--- EXTRACTED DATA ---

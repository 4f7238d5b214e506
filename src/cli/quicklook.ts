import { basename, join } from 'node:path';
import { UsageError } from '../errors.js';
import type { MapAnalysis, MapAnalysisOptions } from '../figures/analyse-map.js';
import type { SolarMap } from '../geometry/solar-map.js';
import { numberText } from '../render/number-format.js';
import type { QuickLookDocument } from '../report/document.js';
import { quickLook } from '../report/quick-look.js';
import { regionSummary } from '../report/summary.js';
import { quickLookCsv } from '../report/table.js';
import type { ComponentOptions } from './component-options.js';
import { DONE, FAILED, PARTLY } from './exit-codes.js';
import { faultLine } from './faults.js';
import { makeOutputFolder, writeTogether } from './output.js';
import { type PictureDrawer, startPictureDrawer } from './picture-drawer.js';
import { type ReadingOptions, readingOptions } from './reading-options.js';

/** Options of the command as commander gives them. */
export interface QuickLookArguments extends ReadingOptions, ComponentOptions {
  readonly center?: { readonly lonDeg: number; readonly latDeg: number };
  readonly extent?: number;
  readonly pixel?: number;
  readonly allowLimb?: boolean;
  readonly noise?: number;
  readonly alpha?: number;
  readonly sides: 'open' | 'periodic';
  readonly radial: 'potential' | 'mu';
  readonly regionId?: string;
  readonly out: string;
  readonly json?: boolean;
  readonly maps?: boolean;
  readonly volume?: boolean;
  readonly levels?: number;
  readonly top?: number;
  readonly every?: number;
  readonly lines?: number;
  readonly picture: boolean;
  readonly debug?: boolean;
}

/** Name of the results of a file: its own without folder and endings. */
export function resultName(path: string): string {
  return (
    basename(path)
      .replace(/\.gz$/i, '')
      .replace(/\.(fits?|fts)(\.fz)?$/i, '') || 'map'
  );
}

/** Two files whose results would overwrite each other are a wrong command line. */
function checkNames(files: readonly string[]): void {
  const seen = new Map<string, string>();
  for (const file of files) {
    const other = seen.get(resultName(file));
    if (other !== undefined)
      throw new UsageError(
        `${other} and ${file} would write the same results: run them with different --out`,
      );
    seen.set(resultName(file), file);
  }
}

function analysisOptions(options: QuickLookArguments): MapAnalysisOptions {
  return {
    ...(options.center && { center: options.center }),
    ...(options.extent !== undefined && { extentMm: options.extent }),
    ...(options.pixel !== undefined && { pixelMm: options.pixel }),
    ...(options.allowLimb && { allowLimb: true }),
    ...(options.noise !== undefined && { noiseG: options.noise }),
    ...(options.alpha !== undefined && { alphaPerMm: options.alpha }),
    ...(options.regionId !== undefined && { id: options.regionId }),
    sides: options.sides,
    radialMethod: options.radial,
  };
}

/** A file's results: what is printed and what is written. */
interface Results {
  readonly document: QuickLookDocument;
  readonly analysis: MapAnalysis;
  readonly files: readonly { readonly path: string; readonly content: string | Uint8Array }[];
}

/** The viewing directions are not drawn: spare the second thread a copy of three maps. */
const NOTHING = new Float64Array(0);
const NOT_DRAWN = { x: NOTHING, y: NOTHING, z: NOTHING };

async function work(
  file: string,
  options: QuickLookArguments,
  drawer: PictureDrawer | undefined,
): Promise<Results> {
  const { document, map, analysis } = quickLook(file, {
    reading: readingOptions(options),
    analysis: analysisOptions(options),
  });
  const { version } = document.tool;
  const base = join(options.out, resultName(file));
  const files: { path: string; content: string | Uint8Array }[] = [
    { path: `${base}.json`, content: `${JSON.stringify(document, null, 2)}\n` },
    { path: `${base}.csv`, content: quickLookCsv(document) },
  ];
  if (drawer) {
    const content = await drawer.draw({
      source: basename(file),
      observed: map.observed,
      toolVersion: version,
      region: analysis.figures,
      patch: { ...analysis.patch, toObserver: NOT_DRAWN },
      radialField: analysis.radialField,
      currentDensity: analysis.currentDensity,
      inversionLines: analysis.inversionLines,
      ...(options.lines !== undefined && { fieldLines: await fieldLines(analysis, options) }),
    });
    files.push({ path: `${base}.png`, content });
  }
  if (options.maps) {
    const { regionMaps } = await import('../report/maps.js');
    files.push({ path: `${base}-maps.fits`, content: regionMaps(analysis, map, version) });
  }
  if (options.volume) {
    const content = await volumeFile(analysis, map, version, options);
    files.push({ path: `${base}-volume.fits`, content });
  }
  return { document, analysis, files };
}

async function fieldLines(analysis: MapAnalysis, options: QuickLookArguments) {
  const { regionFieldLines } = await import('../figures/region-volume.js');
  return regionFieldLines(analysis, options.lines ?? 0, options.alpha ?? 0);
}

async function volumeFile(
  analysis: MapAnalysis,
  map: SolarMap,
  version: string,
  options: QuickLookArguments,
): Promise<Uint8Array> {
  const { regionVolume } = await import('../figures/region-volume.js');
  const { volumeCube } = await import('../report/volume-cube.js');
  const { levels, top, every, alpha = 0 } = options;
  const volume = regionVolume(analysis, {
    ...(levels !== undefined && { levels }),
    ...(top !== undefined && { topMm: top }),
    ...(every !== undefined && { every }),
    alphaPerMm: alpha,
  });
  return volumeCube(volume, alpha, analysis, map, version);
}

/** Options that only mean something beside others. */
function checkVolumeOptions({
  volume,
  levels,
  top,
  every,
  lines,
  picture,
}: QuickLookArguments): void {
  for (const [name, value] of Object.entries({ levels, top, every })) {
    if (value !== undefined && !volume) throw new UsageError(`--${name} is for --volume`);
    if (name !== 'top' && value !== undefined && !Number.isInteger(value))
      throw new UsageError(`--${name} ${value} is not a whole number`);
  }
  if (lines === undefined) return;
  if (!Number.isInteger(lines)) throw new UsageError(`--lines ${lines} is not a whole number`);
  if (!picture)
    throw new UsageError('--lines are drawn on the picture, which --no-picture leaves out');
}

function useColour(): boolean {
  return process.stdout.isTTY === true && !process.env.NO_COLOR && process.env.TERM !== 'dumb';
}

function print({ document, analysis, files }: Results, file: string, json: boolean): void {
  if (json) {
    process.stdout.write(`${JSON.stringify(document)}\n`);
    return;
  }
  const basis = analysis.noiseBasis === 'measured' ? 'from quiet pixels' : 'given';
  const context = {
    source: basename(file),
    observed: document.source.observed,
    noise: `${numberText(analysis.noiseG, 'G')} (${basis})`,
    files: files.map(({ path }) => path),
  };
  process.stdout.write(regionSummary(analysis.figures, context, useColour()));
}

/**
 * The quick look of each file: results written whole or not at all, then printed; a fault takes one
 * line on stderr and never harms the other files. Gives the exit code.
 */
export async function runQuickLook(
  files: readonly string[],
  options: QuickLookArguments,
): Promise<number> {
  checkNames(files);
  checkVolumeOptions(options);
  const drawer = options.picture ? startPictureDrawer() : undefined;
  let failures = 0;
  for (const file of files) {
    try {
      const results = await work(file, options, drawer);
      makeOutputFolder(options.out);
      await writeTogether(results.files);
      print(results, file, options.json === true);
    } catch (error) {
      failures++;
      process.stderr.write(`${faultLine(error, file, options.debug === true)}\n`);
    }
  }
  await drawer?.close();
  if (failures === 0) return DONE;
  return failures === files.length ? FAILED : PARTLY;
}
...
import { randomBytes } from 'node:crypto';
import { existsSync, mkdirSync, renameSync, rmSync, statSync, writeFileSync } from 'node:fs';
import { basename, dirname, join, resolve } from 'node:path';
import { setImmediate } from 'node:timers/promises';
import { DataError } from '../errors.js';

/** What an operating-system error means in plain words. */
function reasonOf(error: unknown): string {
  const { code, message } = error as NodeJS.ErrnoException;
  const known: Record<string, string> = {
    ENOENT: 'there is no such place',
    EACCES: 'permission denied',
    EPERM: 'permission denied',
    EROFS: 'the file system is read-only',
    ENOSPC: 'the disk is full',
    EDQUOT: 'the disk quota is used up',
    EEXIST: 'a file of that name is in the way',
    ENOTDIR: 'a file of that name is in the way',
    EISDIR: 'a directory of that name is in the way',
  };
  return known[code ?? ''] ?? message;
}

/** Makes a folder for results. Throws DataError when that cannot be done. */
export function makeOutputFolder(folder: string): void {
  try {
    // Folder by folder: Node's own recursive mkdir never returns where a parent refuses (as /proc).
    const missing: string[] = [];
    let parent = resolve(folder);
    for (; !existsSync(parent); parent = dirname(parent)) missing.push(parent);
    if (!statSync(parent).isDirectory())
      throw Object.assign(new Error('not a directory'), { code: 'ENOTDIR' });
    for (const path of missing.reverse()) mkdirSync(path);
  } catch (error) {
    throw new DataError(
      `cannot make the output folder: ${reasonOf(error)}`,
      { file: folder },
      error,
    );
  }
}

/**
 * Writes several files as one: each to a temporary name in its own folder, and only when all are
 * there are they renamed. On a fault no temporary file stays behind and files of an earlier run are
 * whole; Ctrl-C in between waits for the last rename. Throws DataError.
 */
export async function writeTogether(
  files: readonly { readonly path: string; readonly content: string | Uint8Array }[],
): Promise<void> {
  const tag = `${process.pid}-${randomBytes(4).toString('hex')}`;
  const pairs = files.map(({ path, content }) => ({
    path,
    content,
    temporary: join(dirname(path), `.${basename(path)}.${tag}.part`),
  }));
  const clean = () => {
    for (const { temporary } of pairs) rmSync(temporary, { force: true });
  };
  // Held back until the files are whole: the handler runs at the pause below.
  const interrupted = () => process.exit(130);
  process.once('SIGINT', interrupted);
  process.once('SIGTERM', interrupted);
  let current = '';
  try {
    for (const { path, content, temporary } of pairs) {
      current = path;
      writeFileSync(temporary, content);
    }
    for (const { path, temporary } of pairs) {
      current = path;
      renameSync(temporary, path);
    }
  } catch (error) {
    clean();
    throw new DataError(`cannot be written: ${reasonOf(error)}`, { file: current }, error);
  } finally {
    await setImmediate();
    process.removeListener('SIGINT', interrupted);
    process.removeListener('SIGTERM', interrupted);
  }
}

--- TASK ITEM ---
The answer must be every line from the records above that contains the word "fits", copied in full.

--- COMPLETED TASK ---
      .replace(/\.(fits?|fts)(\.fz)?$/i, '') || 'map'
    files.push({ path: `${base}-maps.fits`, content: regionMaps(analysis, map, version) });
    files.push({ path: `${base}-volume.fits`, content });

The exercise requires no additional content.